On Saturday 03 June 2006 21:42, houghi wrote:
> On Sat, Jun 03, 2006 at 09:23:21PM -0700, Randall R Schulz wrote:
> > I truly do not. I see no need whatsoever to have an email forum
> > about "the community."
>
> OK. so you do not think that the community as such needs anything
> else?

My god. What does "the community" need to discuss that's not what it's 
working on? Is this some kind of social club? Please give me some 
examples of non-technical, non-product issues that are pertinent topics 
of discussion in your conception of this list's charter.


> > There is a technology project and the valid topics
> > should be that technology and its development. But when people ask
> > questions about the end product, they're sent elsewhere. To me,
> > this seems perverse.
>
> There are a LOT of other issues that deal with the community that are
> not directly related to the product. Why is it so difficult to have
> just one place (suse-linux-e) that deals with technical issues? What
> is the need to have this list answer technical issues as well?

Could you suggest what some of these other issues are?
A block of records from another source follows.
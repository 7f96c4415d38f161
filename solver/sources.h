// SPDX-License-Identifier: Apache-2.0
/// @file
/// What a source contributes to a fault loop: a known matrix (transformer), or a declared bound
/// whose angle and split may be open.
#pragma once

#include <string>

#include "solver/impedance.h"

namespace sunder::solver {

/// A source in one condition and one kind of fault.
struct SourceTerm {
  ConductorMatrix fixed = ConductorMatrix::Zero();  ///< known part [ohm]
  double ohms = 0;                                  ///< declared loop impedance, put into the line [ohm]
  double angle_low = 0;                             ///< of it [rad]
  double angle_high = 0;                            ///< [rad]
  bool star_open = false;                           ///< no zero-sequence current: `fixed` then holds Z1 alone
  bool known = true;
  std::string needs;    ///< the value that would make it known: "grid.minimum.Zn"
  models::Origin at{};  ///< of the declaration used
};

/// c_max or c_min of the rule set.
[[nodiscard]] double voltage_factor(const models::RuleSet& rules, Condition condition) noexcept;

/// Voltage that drives the loop of a fault, c*U0 through N, PE or earth, c*U between lines; for a
/// three-phase fault c*U/sqrt(3), the voltage of one line of the symmetrical loop. [V]
[[nodiscard]] double driving_voltage(const models::RuleSet& rules, const models::Source& source, Condition condition,
                                     Fault fault) noexcept;

/// The same by the network's method: IEC 60909 takes its own c and U/sqrt(3) to neutral.
[[nodiscard]] double driving_voltage(const models::Network& network, const models::Source& source, Condition condition,
                                     Fault fault) noexcept;

/// Test power factor of IEC 60947-2 for a prospective current [A]: the most inductive angle taken
/// where a supply declares none. Between 0.9 (up to 3 kA) and 0.2 (above 50 kA).
/// Source: IEC 60947-2 table of test power factors; rows up to 4.5 kA from memory with an exact check.
[[nodiscard]] double test_power_factor(double current) noexcept;

/// Short-circuit impedance of a transformer on its low side [ohm]:
/// |Z| = uk U2^2 / S, R = P U2^2 / S^2 from the load losses or |Z| / sqrt(1 + (X/R)^2).
[[nodiscard]] Complex transformer_impedance(const models::Source& source) noexcept;

/// Sub-transient impedance of a generator [ohm]: r + j x"d on U2 / S; without r its resistance is nothing,
/// which makes the greatest current. In the minimum its sustained current: U / (sqrt3 k Ir) or xd,
/// without resistance.
/// @return NaN where the data of the condition is not declared
[[nodiscard]] Complex generator_impedance(const models::Source& source, Condition condition) noexcept;

/// Impedance correction of a transformer: 1, or in the maximum by IEC 60909 K_T (iec60909.h).
/// @param z1  short-circuit impedance on the secondary [ohm]
[[nodiscard]] double transformer_correction(const models::Network& network, Complex z1, double rating, double secondary,
                                            Condition condition) noexcept;

/// Of a generator: 1, or by IEC 60909 K_G; K_S or K_SO where its board has nothing but a unit transformer.
[[nodiscard]] double generator_correction(const models::Network& network, const models::Source& source) noexcept;

/// K_S or K_SO of a generator and its unit transformer (an index of the network's transformers).
[[nodiscard]] double unit_correction(const models::Network& network, const models::Source& source,
                                     int transformer) noexcept;

/// The generator that has this transformer for its unit transformer, -1 for none.
[[nodiscard]] int unit_generator(const models::Network& network, int transformer) noexcept;

/// Voltage factor of a nominal voltage between lines: of the rule set, or by IEC 60909; above 1 kV
/// 1.10 and 1.00.
[[nodiscard]] double voltage_factor_at(const models::Network& network, double volts, Condition condition) noexcept;

/// Series impedances among three lines [ohm]: self (Z0 + 2 Z1)/3, mutual (Z0 - Z1)/3.
[[nodiscard]] ConductorMatrix sequence_matrix(Complex z1, Complex z0) noexcept;

/// A declared supply: an impedance is reproduced in ohms, a current in amperes at the condition's
/// voltage factor. What the split between line and return leaves open is taken per fault on its
/// safe side: maximum without return impedance, so that line-neutral and line-earth equal the
/// three-phase current; minimum with the whole of the least declared loop in the line.
///
/// A transformer: Z_T = uk U2^2 / S with R from the load losses or X/R, behind
/// Z_Q = c_Q U2^2 / S_Q (c_Q 1.1 in the maximum, 1.0 in the minimum; R_Q = 0.1 X_Q), the winding on
/// the high side in delta: Z0 of the transformer alone, (Z0 - Z1)/3 between the lines.
[[nodiscard]] SourceTerm source_term(const models::Network& network, const models::Source& source, Condition condition,
                                     Fault fault);

}  // namespace sunder::solver
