// SPDX-License-Identifier: Apache-2.0
#include "solver/grid.h"

#include <algorithm>
#include <limits>

#include "solver/grid_parts.h"

namespace sunder::solver {
namespace {

using grid_parts::kAll;
using grid_parts::kPeSlot;
using grid_parts::of;
using models::Conductor;
using models::ConductorSet;

}  // namespace

Grid::Half::Half() = default;

Grid::Half::Half(const Half& other) : grid_(other.grid_ ? std::make_unique<Grid>(*other.grid_) : nullptr) {}

Grid::Half::Half(Half&& other) noexcept = default;

Grid::Half& Grid::Half::operator=(Half other) noexcept {
  grid_ = std::move(other.grid_);
  return *this;
}

Grid::Half::~Half() = default;

void Grid::Half::begin() { grid_ = std::make_unique<Grid>(); }

int Grid::add_node(ConductorSet conductors) {
  conductors_.push_back(conductors);
  if (!extra_.empty()) extra_.push_back(0);
  return static_cast<int>(conductors_.size()) - 1;
}

int Grid::add_terminal(int node) {
  constexpr int kRoom = kSlots - static_cast<int>(models::kConductors);
  // A node with no room left has its further terminals on a node of their own.
  if (!extra_.empty() && extra_[at(node)] == kRoom) node = add_node({});
  if (extra_.empty()) extra_.assign(conductors_.size(), 0);
  return node * kSlots + static_cast<int>(models::kConductors) + extra_[at(node)]++;
}

int Grid::add_run(int from, int to, ConductorSet carried, const RunImpedance& z) {
  runs_.push_back({from, to, carried, z});
  return static_cast<int>(runs_.size()) - 1;
}

int Grid::add_element(std::vector<int> terminals, std::vector<int> groups, const Eigen::MatrixXcd& y) {
  Element element;
  element.first = terminals_.size();
  element.n = static_cast<int>(terminals.size());
  element.value = admittances_.size();
  terminals_.insert(terminals_.end(), terminals.begin(), terminals.end());
  groups_.insert(groups_.end(), groups.begin(), groups.end());
  admittances_.resize(admittances_.size() + terminals.size() * terminals.size());
  elements_.push_back(element);
  const int index = static_cast<int>(elements_.size()) - 1;
  set_element(index, y);
  return index;
}

void Grid::set_element(int element, const Eigen::MatrixXcd& y) {
  const Element& e = elements_[at(element)];
  for (int i = 0; i < e.n; ++i)
    for (int j = 0; j < e.n; ++j) admittances_[e.value + at(i * e.n + j)] = y(i, j);
  if (balanced()) pass_on_element(at(element));
}

void Grid::set_run(int run, const RunImpedance& z) {
  runs_[at(run)].z = z;
  if (series_of_.empty()) return;
  if (series_of_[at(run)] >= 0) {
    series_[at(series_of_[at(run)])] = z;
  } else if (balanced()) {
    pass_on_run(at(core_run_of_[at(run)]));
  }
}

void Grid::join(int a, int b) { joins_.emplace_back(a, b); }

std::size_t Grid::slot(int terminal) const {
  return at(place_[at(terminal / kSlots)]) * kSlots + at(terminal % kSlots);
}

std::vector<int> Grid::terminals(int element) const {
  const Element& e = elements_[at(element)];
  const auto first = terminals_.begin() + static_cast<std::ptrdiff_t>(e.first);
  return {first, first + e.n};
}

std::vector<std::pair<int, int>> Grid::all_joins() const {
  std::vector<std::pair<int, int>> all = joins_;
  for (const Run& run : runs_) {
    if (run.z.pen)
      for (const int end : {run.from, run.to})
        all.emplace_back(terminal(end, Conductor::N), terminal(end, Conductor::PE));
    for (const Conductor c : kAll) {
      if (!run.carried.has(c) || (run.z.pen && c == Conductor::PE) || of(run.z, c) != Complex{}) continue;
      all.emplace_back(terminal(run.from, c), terminal(run.to, c));
    }
  }
  for (std::pair<int, int>& join : all)
    if (join.first == kEarth) std::swap(join.first, join.second);
  std::sort(all.begin(), all.end());
  all.erase(std::unique(all.begin(), all.end()), all.end());
  return all;
}

void Grid::fill() {
  system_.clear();
  for (const Fill& fill : fills_) {
    const Complex y = 1.0 / of(runs_[at(fill.run)].z, fill.conductor);
    if (fill.from != kNowhere) system_.value(fill.from) += y;
    if (fill.to != kNowhere) system_.value(fill.to) += y;
    if (fill.between != kNowhere) system_.value(fill.between) -= y;
    if (fill.back != kNowhere) system_.value(fill.back) -= y;
  }
  for (const Element& e : elements_)
    for (int i = 0; i < e.n; ++i) {
      const int a = terminals_[e.first + at(i)];
      if (a == kEarth) continue;
      for (int j = 0; j < e.n; ++j) {
        const int b = terminals_[e.first + at(j)];
        if (b == kEarth) continue;
        const Unknown& ua = unknown_[slot(a)];
        const Unknown& ub = unknown_[slot(b)];
        // Between two blocks one entry stands for its mirror image too.
        if (ua.block < 0 || ub.block < 0 || (ua.block != ub.block && i > j)) continue;
        system_.add(ua.block, ua.row, ub.block, ub.row, admittances_[e.value + at(i * e.n + j)]);
      }
    }
}

bool Grid::solve(bool factors_only) {
  if (balanced() && !factors_only) {
    for (Grid* half : {lines_.get(), common_.get()})
      if (!half->solve()) {
        trouble_ = core_[at(half->trouble_node())];
        return false;
      }
    walk();
    return true;
  }
  if (unknown_.empty()) number();
  fill();
  if (!system_.factor()) {
    trouble_ = block_node_[at(system_.singular())];
    return false;
  }
  if (!factors_only) {
    system_.invert();
    walk();
  }
  return true;
}

double Grid::residual() {
  if (unknown_.empty()) number();
  fill();
  const BlockSystem equations = system_;
  if (!system_.factor()) return std::numeric_limits<double>::infinity();
  std::vector<Complex> x(system_.rows());
  for (std::size_t i = 0; i < x.size(); ++i) x[i] = i % 2 == 0 ? 1.0 : -1.0;
  const std::vector<Complex> wanted = x;
  system_.solve(x);
  const std::vector<Complex> found = equations.times(x);
  double most = 0;
  for (std::size_t i = 0; i < x.size(); ++i) most = std::max(most, std::abs(found[i] - wanted[i]));
  return most;
}

void Grid::walk() {
  const std::size_t n_core = core_.size();
  path_.resize(n_core + outward_.size());
  for (std::size_t i = 0; i < outward_.size(); ++i) {
    const RunImpedance& z = series_[i];
    const Path& from = path_[at(parent_[i])];
    Path& to = path_[n_core + i];
    to.line = from.line + z.line;
    to.neutral = from.neutral + z.neutral;
    to.protective = from.protective + (z.pen ? z.neutral : z.protective);
  }
}

Complex Grid::inverse(const Unknown& a, const Unknown& b) const {
  if (a.block < 0 || b.block < 0) return {};
  return system_.inverse(a.block, a.row, b.block, b.row);
}

Complex Grid::shared(int node) const {
  Complex sum = 0;
  while (feeder_[at(node)] >= 0) {
    const Run& run = runs_[at(feeder_[at(node)])];
    if (run.z.pen) sum += run.z.neutral;
    node = run.from == node ? run.to : run.from;
  }
  return sum;
}

ConductorMatrix Grid::transfer(int a, int b) const {
  const int core_a = attach_[at(a)];
  const int core_b = attach_[at(b)];
  ConductorMatrix z = core_transfer(core_a, core_b);
  // What both have in common of a stripped part is the path of the one nearer to the core.
  const bool b_hangs_on_a =
      feeder_[at(b)] >= 0 && (runs_[at(feeder_[at(b)])].from == a || runs_[at(feeder_[at(b)])].to == a);
  const int nearer = a == b || feeder_[at(a)] < 0 || b_hangs_on_a ? a : b;
  const Path& common = path_[at(place_[at(nearer)])];
  const Complex both = core_a == core_b ? shared(nearer) : Complex{};
  const ConductorSet have_a = reached_[at(place_[at(a)])];
  const ConductorSet have_b = reached_[at(place_[at(b)])];
  for (const Conductor ca : kAll)
    for (const Conductor cb : kAll) {
      const auto i = static_cast<int>(index(ca));
      const auto j = static_cast<int>(index(cb));
      if (!have_a.has(ca) || !have_b.has(cb)) {
        z(i, j) = 0;
        continue;
      }
      if (core_a != core_b) continue;
      if (i == j) z(i, j) += i < 3 ? common.line : i == 3 ? common.neutral : common.protective;
      if (i + j == 7 && i != j) z(i, j) += both;
    }
  return z;
}

ConductorMatrix Grid::thevenin(int node) const { return transfer(node, node); }

int Grid::part_of(int terminal) const {
  if (terminal == kEarth) return 0;
  const int node = terminal / kSlots;
  const int k = terminal % kSlots;
  // A stripped node has only what its path carries.
  if (k <= kPeSlot && !reached_[at(place_[at(node)])].has(kAll[k])) return -1;
  return part_[slot(attach_[at(node)] * kSlots + k)];
}

bool Grid::earthed(int terminal) const {
  const int part = part_of(terminal);
  return part >= 0 && !part_tied_[at(part)];
}

bool Grid::connected(int a, int b) const {
  const int part = part_of(a);
  return part >= 0 && part == part_of(b);
}

std::vector<Complex> Grid::potentials(const std::vector<Injection>& injections) const {
  std::vector<Complex> x(system_.rows());
  std::vector<Complex> through(conductors_.size() * models::kConductors);  // into each stripped node's subtree
  for (const Injection& injection : injections) {
    if (injection.terminal == kEarth) continue;
    const int node = injection.terminal / kSlots;
    const int k = injection.terminal % kSlots;
    if (k <= kPeSlot) through[at(node) * models::kConductors + at(k)] += injection.amps;
    const Unknown& unknown = unknown_[slot(attach_[at(node)] * kSlots + k)];
    if (unknown.block >= 0) x[system_.offset(unknown.block) + at(unknown.row)] += injection.amps;
  }
  system_.solve(x);
  std::vector<Complex> v(conductors_.size() * kSlots);
  for (const int node : core_)
    for (int k = 0; k < kSlots; ++k) {
      const Unknown& unknown = unknown_[slot(node * kSlots + k)];
      if (unknown.block >= 0) v[at(node * kSlots + k)] = x[system_.offset(unknown.block) + at(unknown.row)];
    }
  for (auto node = outward_.rbegin(); node != outward_.rend(); ++node) {
    const Run& run = runs_[at(feeder_[at(*node)])];
    const int parent = run.from == *node ? run.to : run.from;
    for (std::size_t k = 0; k < models::kConductors; ++k)
      through[at(parent) * models::kConductors + k] += through[at(*node) * models::kConductors + k];
  }
  for (const int node : outward_) {
    const Run& run = runs_[at(feeder_[at(node)])];
    const int parent = run.from == node ? run.to : run.from;
    const Complex* in = through.data() + at(node) * models::kConductors;
    const Complex combined = in[3] + in[4];
    for (int k = 0; k <= kPeSlot; ++k) {
      Complex drop = of(run.z, kAll[k]) * in[k];
      if (run.z.pen && k >= 3) drop = run.z.neutral * combined;
      v[at(node * kSlots + k)] = v[at(parent * kSlots + k)] + drop;
    }
  }
  return v;
}

Eigen::Matrix<Complex, 5, 1> Grid::run_current(int run_index, const std::vector<Complex>& potentials) const {
  const Run& run = runs_[at(run_index)];
  Eigen::Matrix<Complex, 5, 1> current = Eigen::Matrix<Complex, 5, 1>::Zero();
  for (const Conductor c : kAll) {
    if (!run.carried.has(c) || (run.z.pen && c == Conductor::PE) || of(run.z, c) == Complex{}) continue;
    current(static_cast<int>(index(c))) =
        (potentials[at(terminal(run.from, c))] - potentials[at(terminal(run.to, c))]) / of(run.z, c);
  }
  return current;
}

Eigen::VectorXcd Grid::element_current(int element, const std::vector<Complex>& potentials) const {
  const Element& e = elements_[at(element)];
  Eigen::VectorXcd current = Eigen::VectorXcd::Zero(e.n);
  for (int i = 0; i < e.n; ++i)
    for (int j = 0; j < e.n; ++j) {
      const int terminal = terminals_[e.first + at(j)];
      if (terminal != kEarth) current(i) += admittances_[e.value + at(i * e.n + j)] * potentials[at(terminal)];
    }
  return current;
}

std::size_t Grid::bytes() const noexcept {
  std::size_t sum = path_.capacity() * sizeof(Path) + reached_.capacity() * sizeof(ConductorSet) +
                    (feeder_.capacity() + attach_.capacity() + core_.capacity() + outward_.capacity() +
                     hung_.capacity() + place_.capacity() + parent_.capacity() + root_.capacity() + part_.capacity() +
                     core_runs_.capacity() + core_run_of_.capacity()) *
                        sizeof(int) +
                    unknown_.capacity() * sizeof(Unknown) + fills_.capacity() * sizeof(Fill) + system_.bytes() +
                    loop_places_.capacity() * sizeof(LoopPlaces);
  for (const Grid* half : {lines_.get(), common_.get()})
    if (half != nullptr) sum += half->bytes();
  return sum;
}

}  // namespace sunder::solver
> > Perhaps you just want an exclusive club. That's fine. Just restrict
> > membership and only let in people who are willing to restrict
> > themselves chatting about "the community."
>
> I do not want an exclusive club. I want a place where I can discuss
> community issues without them being drowned in technical issues.
> openSUSE is much more then just support for SUSE. If I have a desire
> to talk technical, I go to suse-linux-e or other places where it is
> apropriate.

SuSE Linux is a technology project. If anything is off-topic, it's the 
non-technical.


> So where should these discussions about the openSUSE itself that are
> NOT directly related to SUSE Linux take place then? Perhaps you think
> here as well.

What are these things? What is openSUSE that is not also SuSE Linux? You 
steadfastly refuse to suggest to me what they might be. The only thing 
I can think of that would be off-topic here (besides non-technical 
issues, of course) is non-open-source software, which is strictly in 
the commercial Novell / SuSE Linux release.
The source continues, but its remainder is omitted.